→ Your task
The entries below contain a line with "Inspection: swollen. */" and a line with "oldest first. */". Quote exactly those two lines and all lines between them.

++++ Dataset records

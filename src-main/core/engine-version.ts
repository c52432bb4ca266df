/**
 * Bump whenever a change to the core can change a figure, a finding or a status. Stored
 * verdicts carry only statuses and list figures (the detail is evaluated afresh), so a store
 * opened by a newer engine re-checks every build once to keep the list and the sheets agreed.
 */
export const ENGINE_VERSION = 2;
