// A pack's log: what was done to it and measured on it, entry by entry. From the log come the
// cycle count, the newest resistance measurement (which the model's sag uses) and the pack's
// health problems. Pure: the service reads the entries and hands them in with today's date.

import { cellVoltages, isLithium } from './chemistry';
import type { Battery, Chemistry } from './domain';

export const PACK_EVENT_KINDS = ['charge', 'discharge', 'storage', 'resistance', 'inspection'] as const;
export type PackEventKind = (typeof PACK_EVENT_KINDS)[number];

/** Plain words for each kind of entry, as the pack's page shows them. */
export const PACK_EVENT_LABELS: Readonly<Record<PackEventKind, string>> = {
  charge: 'Charge',
  discharge: 'Run or discharge',
  storage: 'Storage',
  resistance: 'Resistance measured',
  inspection: 'Inspection',
};

export interface PackEvent {
  id: string;
  batteryId: string;
  /** The day (YYYY-MM-DD) or moment (ISO time) the entry is about, as typed. */
  at: string;
  kind: PackEventKind;
  /** Charge: mAh put in. Discharge: mAh used. */
  mah: number | null;
  /** Charge: end voltage per cell. Discharge: resting voltage per cell after. Storage: voltage per cell. */
  voltagePerCellV: number | null;
  /** Resistance: one reading per series cell lead, in ohms, as a charger or meter shows them. */
  cellResistancesOhm: number[] | null;
  /** Resistance: the pack temperature at the measurement. */
  temperatureC: number | null;
  /** Discharge: from full charge down to cut-off, so `mah` is a measure of the capacity. */
  capacityCheck: boolean;
  /** Inspection: swollen. */
  puffed: boolean;
  /** Inspection: damaged wrap, leads, plugs or cells. */
  damaged: boolean;
  note: string;
}

/** Oldest first; entries on the same day keep the order they were added in (by id). */
export function sortEvents(events: readonly PackEvent[]): PackEvent[] {
  return [...events].sort((a, b) => (a.at < b.at ? -1 : a.at > b.at ? 1 : a.id < b.id ? -1 : a.id > b.id ? 1 : 0));
}

/**
 * Cycles: the hand-set starting count (for a pack with a past before its log) plus one per
 * logged charge. A charge is what the trade counts as a cycle (common practice).
 */
export function cycleCount(startingCount: number, events: readonly PackEvent[]): number {
  let n = 0;
  for (const e of events) if (e.kind === 'charge') n++;
  return startingCount + n;
}

/** The sum of one measurement's per-lead readings: the series resistance of the pack, one parallel group after another. */
function readingsSum(readings: readonly number[]): number {
  let sum = 0;
  for (const r of readings) sum += r;
  return sum;
}

function usableReadings(e: PackEvent): e is PackEvent & { cellResistancesOhm: number[] } {
  return e.kind === 'resistance' && e.cellResistancesOhm !== null && e.cellResistancesOhm.length > 0 && e.cellResistancesOhm.every((r) => Number.isFinite(r) && r > 0);
}

/** The resistance measurements, oldest first. */
export function resistanceMeasurements(events: readonly PackEvent[]): (PackEvent & { cellResistancesOhm: number[] })[] {
  return sortEvents(events).filter(usableReadings);
}

/**
 * The pack's resistance from one measurement: each reading is one series position (a parallel
 * group, where the pack has parallel cells), so the pack's resistance is their sum.
 */
export function packOhmOf(readings: readonly number[]): number {
  return readingsSum(readings);
}

/**
 * The per-cell figure the pack record carries (pack = cells in series × cell ÷ cells in
 * parallel), that gives the measured pack resistance: sum × parallel ÷ series.
 */
export function cellOhmEquivalent(readings: readonly number[], cellsSeries: number, cellsParallel: number): number {
  return (packOhmOf(readings) * cellsParallel) / cellsSeries;
}

/**
 * The pack as the evaluation sees it: the newest logged resistance measurement, where there is
 * one, takes the place of the typed cell resistance, so every build using the pack sags by
 * what was last measured. The stored record keeps what the user typed.
 */
export function withLoggedResistance(battery: Battery, events: readonly PackEvent[]): Battery {
  const newest = resistanceMeasurements(events).at(-1);
  if (!newest || !(battery.cellsSeries >= 1) || !(battery.cellsParallel >= 1)) return battery;
  return { ...battery, cellResistanceOhm: cellOhmEquivalent(newest.cellResistancesOhm, battery.cellsSeries, battery.cellsParallel) };
}

export interface PackHealthThresholds {
  /** Resistance grown by more than this share over the pack's first measurement (0.5: half as much again). */
  resistanceGrowthShare: number;
  /** A capacity check under this share of the rated capacity. */
  capacityShareOfRated: number;
  /** A lithium pack left above storage voltage longer than this many days. */
  storageDays: number;
}

/**
 * Defaults, all common practice (no standard sets them for hobby packs; from memory): a pack
 * whose resistance has grown by half over its first reading sags and heats noticeably more;
 * 80 % of rated capacity is the end of life cell makers' cycle-life figures are usually quoted
 * to; a lithium pack left charged for more than about a week ages faster than one at storage
 * voltage.
 */
export const DEFAULT_PACK_HEALTH: PackHealthThresholds = { resistanceGrowthShare: 0.5, capacityShareOfRated: 0.8, storageDays: 7 };

export const PACK_HEALTH_BASIS: Readonly<Record<keyof PackHealthThresholds, string>> = {
  resistanceGrowthShare: 'Common practice: a pack whose internal resistance has grown by about half over its first measurement sags and heats noticeably more and is near the end of its racing life.',
  capacityShareOfRated: 'Common practice: cell makers usually quote cycle life to 80 % of rated capacity; below that a pack is considered worn.',
  storageDays: 'Common practice: a lithium pack left at full charge for more than a few days to a week ages faster; store it at storage voltage.',
};

/**
 * Storage voltage per cell, lithium chemistries only (common practice, from memory: LiPo and
 * LiHV 3.8–3.85 V, Li-ion about 3.7 V, LiFePO4 about 3.3 V). A pack is "above storage" when it
 * sits more than STORAGE_TOLERANCE_V over this.
 */
export const STORAGE_VOLTAGE_PER_CELL: Readonly<Record<Chemistry, number | null>> = { lipo: 3.85, lihv: 3.85, liion: 3.7, lifepo4: 3.3, nimh: null };
export const STORAGE_TOLERANCE_V = 0.05;

export type HealthProblemKind = 'resistance' | 'capacity' | 'inspection' | 'storage';

export interface HealthProblem {
  kind: HealthProblemKind;
  /** Worn or damaged packs are over; a pack left charged is tight (a caution, not a failed rating). */
  status: 'over' | 'tight';
  /** What was found, as a clause: "resistance up 62 % over its first measurement (…)". */
  text: string;
  /** The entry the problem was read from. */
  eventId: string;
}

const DAY_MS = 86_400_000;

function dayCount(from: string, to: string): number | null {
  const a = Date.parse(from);
  const b = Date.parse(to);
  return Number.isFinite(a) && Number.isFinite(b) ? (b - a) / DAY_MS : null;
}

const pct = (x: number): string => `${Math.round(x * 100)} %`;
const mOhm = (ohm: number): string => `${Math.round(ohm * 10000) / 10} mΩ`;

/** The voltage per cell the pack was left at by an entry; a charge without a figure is taken as full (the warning side). */
function leftAt(e: PackEvent, chemistry: Chemistry): number | null {
  if (e.voltagePerCellV !== null) return e.voltagePerCellV;
  if (e.kind === 'charge') return cellVoltages(chemistry)?.fullV ?? null;
  return null;
}

/** The pack's health problems as of `asOf` (an ISO time), by the thresholds; none for a clean log. */
export function packHealthProblems(battery: Battery, events: readonly PackEvent[], thresholds: PackHealthThresholds, asOf: string): HealthProblem[] {
  const sorted = sortEvents(events);
  const problems: HealthProblem[] = [];

  const bad = sorted.filter((e) => e.kind === 'inspection' && (e.puffed || e.damaged));
  const lastBad = bad.at(-1);
  if (lastBad) {
    const what = lastBad.puffed && lastBad.damaged ? 'found puffed and damaged' : lastBad.puffed ? 'found puffed' : 'found damaged';
    problems.push({ kind: 'inspection', status: 'over', text: `${what} at the inspection of ${lastBad.at}`, eventId: lastBad.id });
  }

  const measured = sorted.filter(usableReadings);
  const first = measured[0];
  const newest = measured.at(-1);
  if (first && newest && first !== newest) {
    // Compared per reading, so a measurement that skipped a lead still compares like with like.
    const firstMean = readingsSum(first.cellResistancesOhm) / first.cellResistancesOhm.length;
    const newestMean = readingsSum(newest.cellResistancesOhm) / newest.cellResistancesOhm.length;
    const growth = (newestMean - firstMean) / firstMean;
    if (growth > thresholds.resistanceGrowthShare) {
      problems.push({
        kind: 'resistance',
        status: 'over',
        text: `resistance up ${pct(growth)} over its first measurement (${mOhm(firstMean)} a cell on ${first.at}, ${mOhm(newestMean)} on ${newest.at}; more than ${pct(thresholds.resistanceGrowthShare)})`,
        eventId: newest.id,
      });
    }
  }

  const check = sorted.filter((e) => e.kind === 'discharge' && e.capacityCheck && e.mah !== null && e.mah > 0).at(-1);
  if (check && check.mah !== null && battery.capacityMah > 0) {
    const share = check.mah / battery.capacityMah;
    if (share < thresholds.capacityShareOfRated) {
      problems.push({
        kind: 'capacity',
        status: 'over',
        text: `capacity check of ${check.at} gave ${Math.round(check.mah)} mAh, ${pct(share)} of the rated ${Math.round(battery.capacityMah)} mAh (under ${pct(thresholds.capacityShareOfRated)})`,
        eventId: check.id,
      });
    }
  }

  const storage = STORAGE_VOLTAGE_PER_CELL[battery.chemistry] ?? null;
  if (storage !== null && isLithium(battery.chemistry)) {
    const state = sorted.filter((e) => e.kind === 'charge' || e.kind === 'discharge' || e.kind === 'storage').at(-1);
    const volts = state ? leftAt(state, battery.chemistry) : null;
    const days = state ? dayCount(state.at, asOf) : null;
    if (state && volts !== null && days !== null && volts > storage + STORAGE_TOLERANCE_V && days > thresholds.storageDays) {
      problems.push({
        kind: 'storage',
        status: 'tight',
        text: `left at ${volts.toFixed(2)} V a cell since ${state.at} (${Math.floor(days)} days; storage is about ${storage.toFixed(2)} V a cell, limit ${thresholds.storageDays} days)`,
        eventId: state.id,
      });
    }
  }
  return problems;
}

++++++++

→ Written answer
  /** Inspection: swollen. */
  puffed: boolean;
  /** Inspection: damaged wrap, leads, plugs or cells. */
  damaged: boolean;
  note: string;
}

/** Oldest first; entries on the same day keep the order they were added in (by id). */
export function sortEvents(events: readonly PackEvent[]): PackEvent[] {
  return [...events].sort((a, b) => (a.at < b.at ? -1 : a.at > b.at ? 1 : a.id < b.id ? -1 : a.id > b.id ? 1 : 0));
}

/**
 * Cycles: the hand-set starting count (for a pack with a past before its log) plus one per
 * logged charge. A charge is what the trade counts as a cycle (common practice).
 */
export function cycleCount(startingCount: number, events: readonly PackEvent[]): number {
  let n = 0;
  for (const e of events) if (e.kind === 'charge') n++;
  return startingCount + n;
}

/** The sum of one measurement's per-lead readings: the series resistance of the pack, one parallel group after another. */
function readingsSum(readings: readonly number[]): number {
  let sum = 0;
  for (const r of readings) sum += r;
  return sum;
}

function usableReadings(e: PackEvent): e is PackEvent & { cellResistancesOhm: number[] } {
  return e.kind === 'resistance' && e.cellResistancesOhm !== null && e.cellResistancesOhm.length > 0 && e.cellResistancesOhm.every((r) => Number.isFinite(r) && r > 0);
}

/** The resistance measurements, oldest first. */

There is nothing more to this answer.